<<<<

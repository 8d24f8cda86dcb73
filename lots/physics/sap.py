"""How much sap makes how much syrup."""

from . import sucrose
from ._bounds import within


def sap_per_syrup(sap_brix: float, syrup_brix: float) -> float:
    """Return volumes of sap for one of syrup, both at 20 °C, by mass balance without losses."""
    within("Sap Brix", sap_brix, 0.1, 85.0, "°Bx")
    within("Syrup Brix", syrup_brix, sap_brix, 85.0, "°Bx")
    solids = syrup_brix * sucrose.density(syrup_brix, 20.0)
    return solids / (sap_brix * sucrose.density(sap_brix, 20.0))


def rule_of_86(sap_brix: float) -> float:
    """Return 86 ÷ °Bx (Jones 1946); for sap, never for concentrate."""
    return 86.0 / within("Sap Brix", sap_brix, 0.1, 85.0, "°Bx")


def revised_rule(sap_brix: float) -> float:
    """Return 87.1 ÷ °Bx − 0.32 for 66.0 °Bx (Perkins and Isselhardt 2013; offset MEMORY)."""
    return 87.1 / within("Sap Brix", sap_brix, 0.1, 85.0, "°Bx") - 0.32


def expected_syrup(sap_volume: float, sap_brix: float, syrup_brix: float) -> float:
    """Return the volume of syrup, in the sap's unit, that a volume of sap can give."""
    within("Sap volume", sap_volume, 0.0, 1e9, "units")
    return sap_volume / sap_per_syrup(sap_brix, syrup_brix)
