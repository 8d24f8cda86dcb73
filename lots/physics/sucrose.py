"""Pure sucrose in water: density, refractive index, boiling point, solubility, osmosis."""

import math

from . import _curves, water
from ._bounds import solve, within

_SUCROSE, _WATER = 342.2965, 18.01528  # g/mol
_GAS = 8.314462618  # J/(mol K)


def density(brix: float, celsius: float) -> float:
    """Return kg/m³ in vacuo at 0–85 °Bx and 0–105 °C.

    Within 0.1 kg/m³ to 50 °Bx, 0.3 at 66–70 °Bx, 1 near 100 °C. Raises ValueError out of range.
    Source: the ICUMSA polynomial in Bubnik, Kadlec, Urban and Bruhns, Sugar Technologists Manual
    (1995) p. 164; it lies up to 0.3 kg/m³ above NBS Circular C440 at syrup strength.
    """
    within("Brix", brix, 0.0, _curves.HIGHEST, "°Bx")
    return _curves.density(brix, within("Temperature", celsius, 0.0, 105.0, "°C"))


# The public name of the argument is that of the function above, so the curve is called instead.
def brix_from_density(density: float, celsius: float) -> float:
    """Return °Bx (0–85) whose density at 0–105 °C is the kg/m³ given.

    Raises ValueError where none is. Source: as ``density``, by bisection.
    """
    within("Density", density, 0.0, 2000.0, "kg/m³")
    return solve(lambda b: _curves.density(b, celsius), 0.0, _curves.HIGHEST, density, "Brix")


def refractive_index(brix: float, celsius: float) -> float:
    """Return the index in air at 589.3 nm, for 0–85 °Bx and 0–40 °C.

    Within 6e-6 of the scale at 20 °C; best at 5–30 °C. Raises ValueError out of range. Source: a
    fit of the ICUMSA 1974 scale, of the 1936 and OIV correction tables and of IAPWS water.
    """
    within("Brix", brix, 0.0, _curves.HIGHEST, "°Bx")
    return _curves.refractive_index(brix, within("Temperature", celsius, 0.0, 40.0, "°C"))


def brix_from_refractive_index(n: float, celsius: float) -> float:
    """Return °Bx (0–85) whose index in air at 0–40 °C is the one given.

    Raises ValueError where none is. Source: as ``refractive_index``, by bisection.
    """
    within("Refractive index", n, 1.0, 2.0, "(no unit)")
    within("Temperature", celsius, 0.0, 40.0, "°C")
    return solve(lambda b: _curves.refractive_index(b, celsius), 0.0, _curves.HIGHEST, n, "Brix")


def water_activity(brix: float, celsius: float) -> float:
    """Return the water activity, 0 to 1, at 0–85 °Bx and 0–130 °C.

    Raises ValueError out of range. Source: Starzak and Peacock (1997).
    """
    within("Brix", brix, 0.0, _curves.HIGHEST, "°Bx")
    within("Temperature", celsius, 0.0, 130.0, "°C")
    moles = brix / _SUCROSE
    x = moles / (moles + (100 - brix) / _WATER)
    energy = -17638.0 * x * x * (1 - 1.0038 * x - 0.24653 * x * x)
    return (1 - x) * math.exp(energy / (_GAS * (celsius + 273.15)))


def boiling_point_elevation(brix: float, kilopascal: float = 101.325) -> float:
    """Return the K by which 0–80 °Bx boils above water at 50–120 kPa of station pressure.

    Within 0.06 K (0.1 °F) at draw-off, 0.3 K elsewhere. Raises ValueError out of range. Source:
    water activity of Starzak and Peacock (1997) on the IAPWS-IF97 saturation line.
    """
    within("Brix", brix, 0.0, 80.0, "°Bx")
    base = water.boiling_point(within("Pressure", kilopascal, 50.0, 120.0, "kPa"))
    boiling = solve(
        lambda t: water.saturation_pressure(t) * water_activity(brix, t),
        base - 0.01,
        base + 20,
        kilopascal,
        "temperature",
    )
    # Bisection leaves plain water a rounding error that may fall below zero.
    return max(0.0, boiling - base)


def solubility(celsius: float) -> float:
    """Return °Bx at which a solution is saturated at 0–100 °C.

    Within 0.12 °Bx to 80 °C and 0.24 at 100; older tables run up to 0.5 higher. Raises ValueError
    out of range. Source: Vavrinecz, in Bubnik and Kadlec (1995).
    """
    t = within("Temperature", celsius, 0.0, 100.0, "°C")
    return 64.447 + 0.08222 * t + 1.6169e-3 * t**2 - 1.558e-6 * t**3 - 4.63e-8 * t**4


def osmotic_pressure(brix: float, celsius: float) -> float:
    """Return kPa against pure water at 0–70 °Bx and 0–40 °C, within 3 %.

    Minerals and acids of sap are not counted. Raises ValueError out of range. Source: the
    definition, with the water activity of Starzak and Peacock (1997).
    """
    within("Brix", brix, 0.0, 70.0, "°Bx")
    within("Temperature", celsius, 0.0, 40.0, "°C")
    molar_volume = _WATER * 1e-3 / water.density(celsius)
    energy = _GAS * (celsius + 273.15) * -math.log(water_activity(brix, celsius))
    return max(0.0, energy / molar_volume / 1000)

>>>>

- EXERCISE BRIEF -
The whole listing above should be output again exactly.

- RESPONSE AREA -
repository 8d24f8cda86dcb73
filename lots/physics/sap.py
"""How much sap makes how much syrup."""

from . import sucrose
from ._bounds import within


def sap_per_syrup(sap_brix: float, syrup_brix: float) -> float:
    """Return volumes of sap for one of syrup, both at 20 °C, by mass balance without losses."""
    within("Sap Brix", sap_brix, 0.1, 85.0, "°Bx")
    within("Syrup Brix", syrup_brix, sap_brix, 85.0, "°Bx")
    solids = syrup_brix * sucrose.density(syrup_brix, 20.0)
    return solids / (sap_brix * sucrose.density(sap_brix, 20.0))


def rule_of_86(sap_brix: float) -> float:
    """Return 86 ÷ °Bx (Jones 1946); for sap, never for concentrate."""
    return 86.0 / within("Sap Brix", sap_brix, 0.1, 85.0, "°Bx")


def revised_rule(sap_brix: float) -> float:
    """Return 87.1 ÷ °Bx − 0.32 for 66.0 °Bx (Perkins and Isselhardt 2013; offset MEMORY)."""
    return 87.1 / within("Sap Brix", sap_brix, 0.1, 85.0, "°Bx") - 0.32


def expected_syrup(sap_volume: float, sap_brix: float, syrup_brix: float) -> float:
    """Return the volume of syrup, in the sap's unit, that a volume of sap can give."""
    within("Sap volume", sap_volume, 0.0, 1e9, "units")
    return sap_volume / sap_per_syrup(sap_brix, syrup_brix)
repository 8d24f8cda86dcb73
filename lots/physics/sucrose.py
"""Pure sucrose in water: density, refractive index, boiling point, solubility, osmosis."""

import math

from . import _curves, water
from ._bounds import solve, within

_SUCROSE, _WATER = 342.2965, 18.01528  # g/mol
_GAS = 8.314462618  # J/(mol K)


def density(brix: float, celsius: float) -> float:
    """Return kg/m³ in vacuo at 0–85 °Bx and 0–105 °C.

    Within 0.1 kg/m³ to 50 °Bx, 0.3 at 66–70 °Bx, 1 near 100 °C. Raises ValueError out of range.
    Source: the ICUMSA polynomial in Bubnik, Kadlec, Urban and Bruhns, Sugar Technologists Manual
    (1995) p. 164; it lies up to 0.3 kg/m³ above NBS Circular C440 at syrup strength.
    """
    within("Brix", brix, 0.0, _curves.HIGHEST, "°Bx")
    return _curves.density(brix, within("Temperature", celsius, 0.0, 105.0, "°C"))


# The public name of the argument is that of the function above, so the curve is called instead.
def brix_from_density(density: float, celsius: float) -> float:
    """Return °Bx (0–85) whose density at 0–105 °C is the kg/m³ given.

    Raises ValueError where none is. Source: as ``density``, by bisection.
    """
    within("Density", density, 0.0, 2000.0, "kg/m³")
    return solve(lambda b: _curves.density(b, celsius), 0.0, _curves.HIGHEST, density, "Brix")


def refractive_index(brix: float, celsius: float) -> float:
    """Return the index in air at 589.3 nm, for 0–85 °Bx and 0–40 °C.

    Within 6e-6 of the scale at 20 °C; best at 5–30 °C. Raises ValueError out of range. Source: a
    fit of the ICUMSA 1974 scale, of the 1936 and OIV correction tables and of IAPWS water.
    """
    within("Brix", brix, 0.0, _curves.HIGHEST, "°Bx")
    return _curves.refractive_index(brix, within("Temperature", celsius, 0.0, 40.0, "°C"))


def brix_from_refractive_index(n: float, celsius: float) -> float:
    """Return °Bx (0–85) whose index in air at 0–40 °C is the one given.

    Raises ValueError where none is. Source: as ``refractive_index``, by bisection.
    """
    within("Refractive index", n, 1.0, 2.0, "(no unit)")
    within("Temperature", celsius, 0.0, 40.0, "°C")
    return solve(lambda b: _curves.refractive_index(b, celsius), 0.0, _curves.HIGHEST, n, "Brix")


def water_activity(brix: float, celsius: float) -> float:
    """Return the water activity, 0 to 1, at 0–85 °Bx and 0–130 °C.

    Raises ValueError out of range. Source: Starzak and Peacock (1997).
    """
    within("Brix", brix, 0.0, _curves.HIGHEST, "°Bx")
    within("Temperature", celsius, 0.0, 130.0, "°C")
    moles = brix / _SUCROSE
    x = moles / (moles + (100 - brix) / _WATER)
    energy = -17638.0 * x * x * (1 - 1.0038 * x - 0.24653 * x * x)
    return (1 - x) * math.exp(energy / (_GAS * (celsius + 273.15)))


def boiling_point_elevation(brix: float, kilopascal: float = 101.325) -> float:
    """Return the K by which 0–80 °Bx boils above water at 50–120 kPa of station pressure.

    Within 0.06 K (0.1 °F) at draw-off, 0.3 K elsewhere. Raises ValueError out of range. Source:
    water activity of Starzak and Peacock (1997) on the IAPWS-IF97 saturation line.
    """
    within("Brix", brix, 0.0, 80.0, "°Bx")
    base = water.boiling_point(within("Pressure", kilopascal, 50.0, 120.0, "kPa"))
    boiling = solve(
        lambda t: water.saturation_pressure(t) * water_activity(brix, t),
        base - 0.01,
        base + 20,
        kilopascal,
        "temperature",
    )
    # Bisection leaves plain water a rounding error that may fall below zero.
    return max(0.0, boiling - base)


def solubility(celsius: float) -> float:
    """Return °Bx at which a solution is saturated at 0–100 °C.

    Within 0.12 °Bx to 80 °C and 0.24 at 100; older tables run up to 0.5 higher. Raises ValueError
    out of range. Source: Vavrinecz, in Bubnik and Kadlec (1995).
    """
    t = within("Temperature", celsius, 0.0, 100.0, "°C")
    return 64.447 + 0.08222 * t + 1.6169e-3 * t**2 - 1.558e-6 * t**3 - 4.63e-8 * t**4


def osmotic_pressure(brix: float, celsius: float) -> float:
    """Return kPa against pure water at 0–70 °Bx and 0–40 °C, within 3 %.

    Minerals and acids of sap are not counted. Raises ValueError out of range. Source: the
    definition, with the water activity of Starzak and Peacock (1997).
    """
    within("Brix", brix, 0.0, 70.0, "°Bx")
    within("Temperature", celsius, 0.0, 40.0, "°C")
    molar_volume = _WATER * 1e-3 / water.density(celsius)
    energy = _GAS * (celsius + 273.15) * -math.log(water_activity(brix, celsius))
    return max(0.0, energy / molar_volume / 1000)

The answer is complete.